**EXCERPTED DATA**
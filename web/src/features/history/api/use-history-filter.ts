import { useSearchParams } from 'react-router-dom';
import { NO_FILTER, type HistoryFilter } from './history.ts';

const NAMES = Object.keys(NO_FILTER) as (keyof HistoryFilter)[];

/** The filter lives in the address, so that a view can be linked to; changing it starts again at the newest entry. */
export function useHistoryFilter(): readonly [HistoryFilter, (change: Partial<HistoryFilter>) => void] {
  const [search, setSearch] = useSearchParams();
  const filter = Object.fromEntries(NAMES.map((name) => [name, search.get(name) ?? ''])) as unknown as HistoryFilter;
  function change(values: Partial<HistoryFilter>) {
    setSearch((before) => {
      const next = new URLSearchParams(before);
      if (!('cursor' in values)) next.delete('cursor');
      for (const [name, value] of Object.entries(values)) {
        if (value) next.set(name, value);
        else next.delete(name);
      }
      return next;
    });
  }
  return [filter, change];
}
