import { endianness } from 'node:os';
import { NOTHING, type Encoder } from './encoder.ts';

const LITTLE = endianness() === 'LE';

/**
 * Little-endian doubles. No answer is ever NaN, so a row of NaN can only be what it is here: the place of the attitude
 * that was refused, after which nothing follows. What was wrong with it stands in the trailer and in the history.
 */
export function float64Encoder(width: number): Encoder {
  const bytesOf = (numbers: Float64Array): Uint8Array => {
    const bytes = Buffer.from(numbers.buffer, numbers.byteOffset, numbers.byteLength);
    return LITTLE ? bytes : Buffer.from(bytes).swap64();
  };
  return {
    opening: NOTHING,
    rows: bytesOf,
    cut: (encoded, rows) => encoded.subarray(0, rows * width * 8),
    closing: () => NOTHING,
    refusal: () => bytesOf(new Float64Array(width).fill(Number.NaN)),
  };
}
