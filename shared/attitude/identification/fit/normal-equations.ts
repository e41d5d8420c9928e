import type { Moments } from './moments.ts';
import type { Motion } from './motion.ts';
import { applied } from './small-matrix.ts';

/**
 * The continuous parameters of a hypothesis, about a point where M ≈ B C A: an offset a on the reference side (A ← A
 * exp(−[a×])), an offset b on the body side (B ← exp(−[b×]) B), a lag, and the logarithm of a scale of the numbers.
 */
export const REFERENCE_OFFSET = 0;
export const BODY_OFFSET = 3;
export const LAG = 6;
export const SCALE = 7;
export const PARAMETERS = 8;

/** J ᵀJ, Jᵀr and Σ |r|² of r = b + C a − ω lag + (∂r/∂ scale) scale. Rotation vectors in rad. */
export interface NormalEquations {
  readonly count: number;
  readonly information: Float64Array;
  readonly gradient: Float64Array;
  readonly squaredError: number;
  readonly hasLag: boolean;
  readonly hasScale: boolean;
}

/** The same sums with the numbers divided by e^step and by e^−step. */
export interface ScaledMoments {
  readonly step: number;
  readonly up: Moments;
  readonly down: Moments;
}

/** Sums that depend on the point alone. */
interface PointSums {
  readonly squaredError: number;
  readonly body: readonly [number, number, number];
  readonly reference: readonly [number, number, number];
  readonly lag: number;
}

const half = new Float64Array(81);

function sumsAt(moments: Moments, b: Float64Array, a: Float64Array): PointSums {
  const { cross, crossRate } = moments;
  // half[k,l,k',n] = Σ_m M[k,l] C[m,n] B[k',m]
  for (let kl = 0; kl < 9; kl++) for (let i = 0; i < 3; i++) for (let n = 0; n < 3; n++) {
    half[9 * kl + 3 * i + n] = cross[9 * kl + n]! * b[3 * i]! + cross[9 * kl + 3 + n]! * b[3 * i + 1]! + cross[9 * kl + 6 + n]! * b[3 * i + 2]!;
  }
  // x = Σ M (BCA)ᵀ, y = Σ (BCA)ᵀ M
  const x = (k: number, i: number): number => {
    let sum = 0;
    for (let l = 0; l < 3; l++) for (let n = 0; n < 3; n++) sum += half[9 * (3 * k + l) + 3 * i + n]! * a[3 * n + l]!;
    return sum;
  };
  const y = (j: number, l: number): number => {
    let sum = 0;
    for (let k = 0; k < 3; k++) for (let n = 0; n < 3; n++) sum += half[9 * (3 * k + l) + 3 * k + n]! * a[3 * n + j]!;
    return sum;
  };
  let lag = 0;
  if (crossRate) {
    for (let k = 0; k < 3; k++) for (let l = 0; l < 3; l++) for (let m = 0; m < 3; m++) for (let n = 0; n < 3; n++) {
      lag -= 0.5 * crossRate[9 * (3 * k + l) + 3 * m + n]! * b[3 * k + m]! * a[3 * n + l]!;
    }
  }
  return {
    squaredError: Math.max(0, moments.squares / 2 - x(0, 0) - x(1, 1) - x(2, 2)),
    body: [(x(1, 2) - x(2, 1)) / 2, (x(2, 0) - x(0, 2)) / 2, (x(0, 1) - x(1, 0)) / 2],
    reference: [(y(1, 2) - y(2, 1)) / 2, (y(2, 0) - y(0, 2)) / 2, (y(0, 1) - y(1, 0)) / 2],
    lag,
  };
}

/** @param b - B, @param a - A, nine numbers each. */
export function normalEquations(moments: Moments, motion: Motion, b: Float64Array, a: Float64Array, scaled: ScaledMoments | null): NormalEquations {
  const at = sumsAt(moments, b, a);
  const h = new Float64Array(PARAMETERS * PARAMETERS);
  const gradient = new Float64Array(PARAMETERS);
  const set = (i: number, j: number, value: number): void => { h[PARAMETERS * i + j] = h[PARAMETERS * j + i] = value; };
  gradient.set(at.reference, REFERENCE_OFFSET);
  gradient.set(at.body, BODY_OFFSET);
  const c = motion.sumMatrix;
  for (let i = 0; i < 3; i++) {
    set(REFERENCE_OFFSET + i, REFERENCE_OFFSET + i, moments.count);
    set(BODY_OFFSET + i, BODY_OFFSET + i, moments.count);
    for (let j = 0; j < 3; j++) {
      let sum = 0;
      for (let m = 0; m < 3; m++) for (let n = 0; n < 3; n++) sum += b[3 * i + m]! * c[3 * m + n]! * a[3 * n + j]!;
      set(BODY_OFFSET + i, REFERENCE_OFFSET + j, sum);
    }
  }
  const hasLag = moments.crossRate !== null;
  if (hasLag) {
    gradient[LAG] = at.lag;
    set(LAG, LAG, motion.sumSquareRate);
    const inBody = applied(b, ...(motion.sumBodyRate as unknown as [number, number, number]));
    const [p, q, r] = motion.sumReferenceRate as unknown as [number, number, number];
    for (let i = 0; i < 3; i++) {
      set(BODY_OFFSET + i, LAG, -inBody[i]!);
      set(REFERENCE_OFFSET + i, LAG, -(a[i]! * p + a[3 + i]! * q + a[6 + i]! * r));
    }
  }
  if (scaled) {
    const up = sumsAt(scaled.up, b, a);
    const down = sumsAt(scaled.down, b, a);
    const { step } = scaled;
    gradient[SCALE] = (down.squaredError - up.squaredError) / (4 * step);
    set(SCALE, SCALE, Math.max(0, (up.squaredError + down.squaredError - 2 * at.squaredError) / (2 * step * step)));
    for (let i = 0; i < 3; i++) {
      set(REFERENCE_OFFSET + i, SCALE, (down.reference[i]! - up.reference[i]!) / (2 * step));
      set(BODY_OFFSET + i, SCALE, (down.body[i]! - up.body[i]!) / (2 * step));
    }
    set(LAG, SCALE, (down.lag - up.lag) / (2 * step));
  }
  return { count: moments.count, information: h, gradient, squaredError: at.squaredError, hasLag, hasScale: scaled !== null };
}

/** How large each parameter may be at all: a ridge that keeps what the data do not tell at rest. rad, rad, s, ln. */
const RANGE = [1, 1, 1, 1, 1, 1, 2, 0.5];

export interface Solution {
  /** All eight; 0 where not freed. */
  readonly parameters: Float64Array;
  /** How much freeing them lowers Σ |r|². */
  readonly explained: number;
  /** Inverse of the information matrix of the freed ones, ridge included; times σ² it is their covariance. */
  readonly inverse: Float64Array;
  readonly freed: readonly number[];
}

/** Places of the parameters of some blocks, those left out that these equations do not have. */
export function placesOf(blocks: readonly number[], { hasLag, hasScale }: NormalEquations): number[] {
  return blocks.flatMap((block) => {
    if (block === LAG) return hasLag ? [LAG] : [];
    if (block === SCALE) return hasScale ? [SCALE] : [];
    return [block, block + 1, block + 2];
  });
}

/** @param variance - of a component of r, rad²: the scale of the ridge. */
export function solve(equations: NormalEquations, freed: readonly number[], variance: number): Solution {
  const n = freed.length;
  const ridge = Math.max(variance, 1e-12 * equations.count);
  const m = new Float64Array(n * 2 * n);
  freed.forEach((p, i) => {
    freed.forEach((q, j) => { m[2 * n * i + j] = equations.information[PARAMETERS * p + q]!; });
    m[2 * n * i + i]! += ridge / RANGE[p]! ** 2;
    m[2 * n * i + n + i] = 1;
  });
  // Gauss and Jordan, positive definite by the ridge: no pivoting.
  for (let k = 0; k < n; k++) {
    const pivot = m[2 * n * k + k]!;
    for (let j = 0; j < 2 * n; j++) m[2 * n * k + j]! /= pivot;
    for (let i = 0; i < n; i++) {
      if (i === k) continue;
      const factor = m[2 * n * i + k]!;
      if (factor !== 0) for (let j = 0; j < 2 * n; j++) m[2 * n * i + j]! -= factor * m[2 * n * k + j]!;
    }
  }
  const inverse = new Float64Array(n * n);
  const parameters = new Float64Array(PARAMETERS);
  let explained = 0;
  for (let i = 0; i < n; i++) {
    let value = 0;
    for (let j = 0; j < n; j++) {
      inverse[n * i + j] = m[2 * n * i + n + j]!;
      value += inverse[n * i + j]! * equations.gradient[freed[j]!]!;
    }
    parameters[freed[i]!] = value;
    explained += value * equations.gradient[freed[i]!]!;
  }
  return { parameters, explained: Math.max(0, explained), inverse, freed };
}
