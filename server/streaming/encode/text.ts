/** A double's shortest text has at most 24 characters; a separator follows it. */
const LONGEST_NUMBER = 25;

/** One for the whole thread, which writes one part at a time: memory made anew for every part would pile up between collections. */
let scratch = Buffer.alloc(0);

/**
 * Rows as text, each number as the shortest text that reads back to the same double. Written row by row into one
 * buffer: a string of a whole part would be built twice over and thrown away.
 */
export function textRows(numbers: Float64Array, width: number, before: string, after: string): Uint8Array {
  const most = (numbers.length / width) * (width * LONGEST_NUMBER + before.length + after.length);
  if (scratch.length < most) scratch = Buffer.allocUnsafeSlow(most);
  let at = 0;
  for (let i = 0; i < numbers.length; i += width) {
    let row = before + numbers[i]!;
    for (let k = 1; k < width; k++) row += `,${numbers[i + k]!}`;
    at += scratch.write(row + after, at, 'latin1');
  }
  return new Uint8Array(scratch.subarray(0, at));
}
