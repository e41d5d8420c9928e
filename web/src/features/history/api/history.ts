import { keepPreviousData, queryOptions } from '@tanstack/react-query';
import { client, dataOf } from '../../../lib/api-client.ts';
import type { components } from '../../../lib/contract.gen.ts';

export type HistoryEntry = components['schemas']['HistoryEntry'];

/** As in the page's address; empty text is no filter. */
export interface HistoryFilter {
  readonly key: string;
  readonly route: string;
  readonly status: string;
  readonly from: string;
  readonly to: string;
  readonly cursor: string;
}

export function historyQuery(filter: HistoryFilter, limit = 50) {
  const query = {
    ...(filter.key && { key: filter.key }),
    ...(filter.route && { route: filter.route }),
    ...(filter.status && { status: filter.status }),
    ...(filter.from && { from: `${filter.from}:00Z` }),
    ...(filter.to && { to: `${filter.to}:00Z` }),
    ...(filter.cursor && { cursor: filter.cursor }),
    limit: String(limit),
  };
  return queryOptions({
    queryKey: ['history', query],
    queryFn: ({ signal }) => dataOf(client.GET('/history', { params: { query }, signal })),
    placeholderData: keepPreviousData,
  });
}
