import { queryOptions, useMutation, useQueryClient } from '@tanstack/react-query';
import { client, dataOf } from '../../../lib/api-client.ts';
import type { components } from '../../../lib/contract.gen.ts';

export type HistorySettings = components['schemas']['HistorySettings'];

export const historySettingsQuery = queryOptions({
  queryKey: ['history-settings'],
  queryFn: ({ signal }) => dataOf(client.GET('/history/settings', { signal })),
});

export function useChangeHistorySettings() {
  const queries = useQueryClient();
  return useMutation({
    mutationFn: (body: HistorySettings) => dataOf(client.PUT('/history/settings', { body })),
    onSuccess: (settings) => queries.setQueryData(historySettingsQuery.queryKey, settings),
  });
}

**AIM OF THE TASK**
A copy of each line in the data above that holds the string "side" is needed.

**RESULT FOR THIS EXERCISE**
 * The continuous parameters of a hypothesis, about a point where M ≈ B C A: an offset a on the reference side (A ← A
 * exp(−[a×])), an offset b on the body side (B ← exp(−[b×]) B), a lag, and the logarithm of a scale of the numbers.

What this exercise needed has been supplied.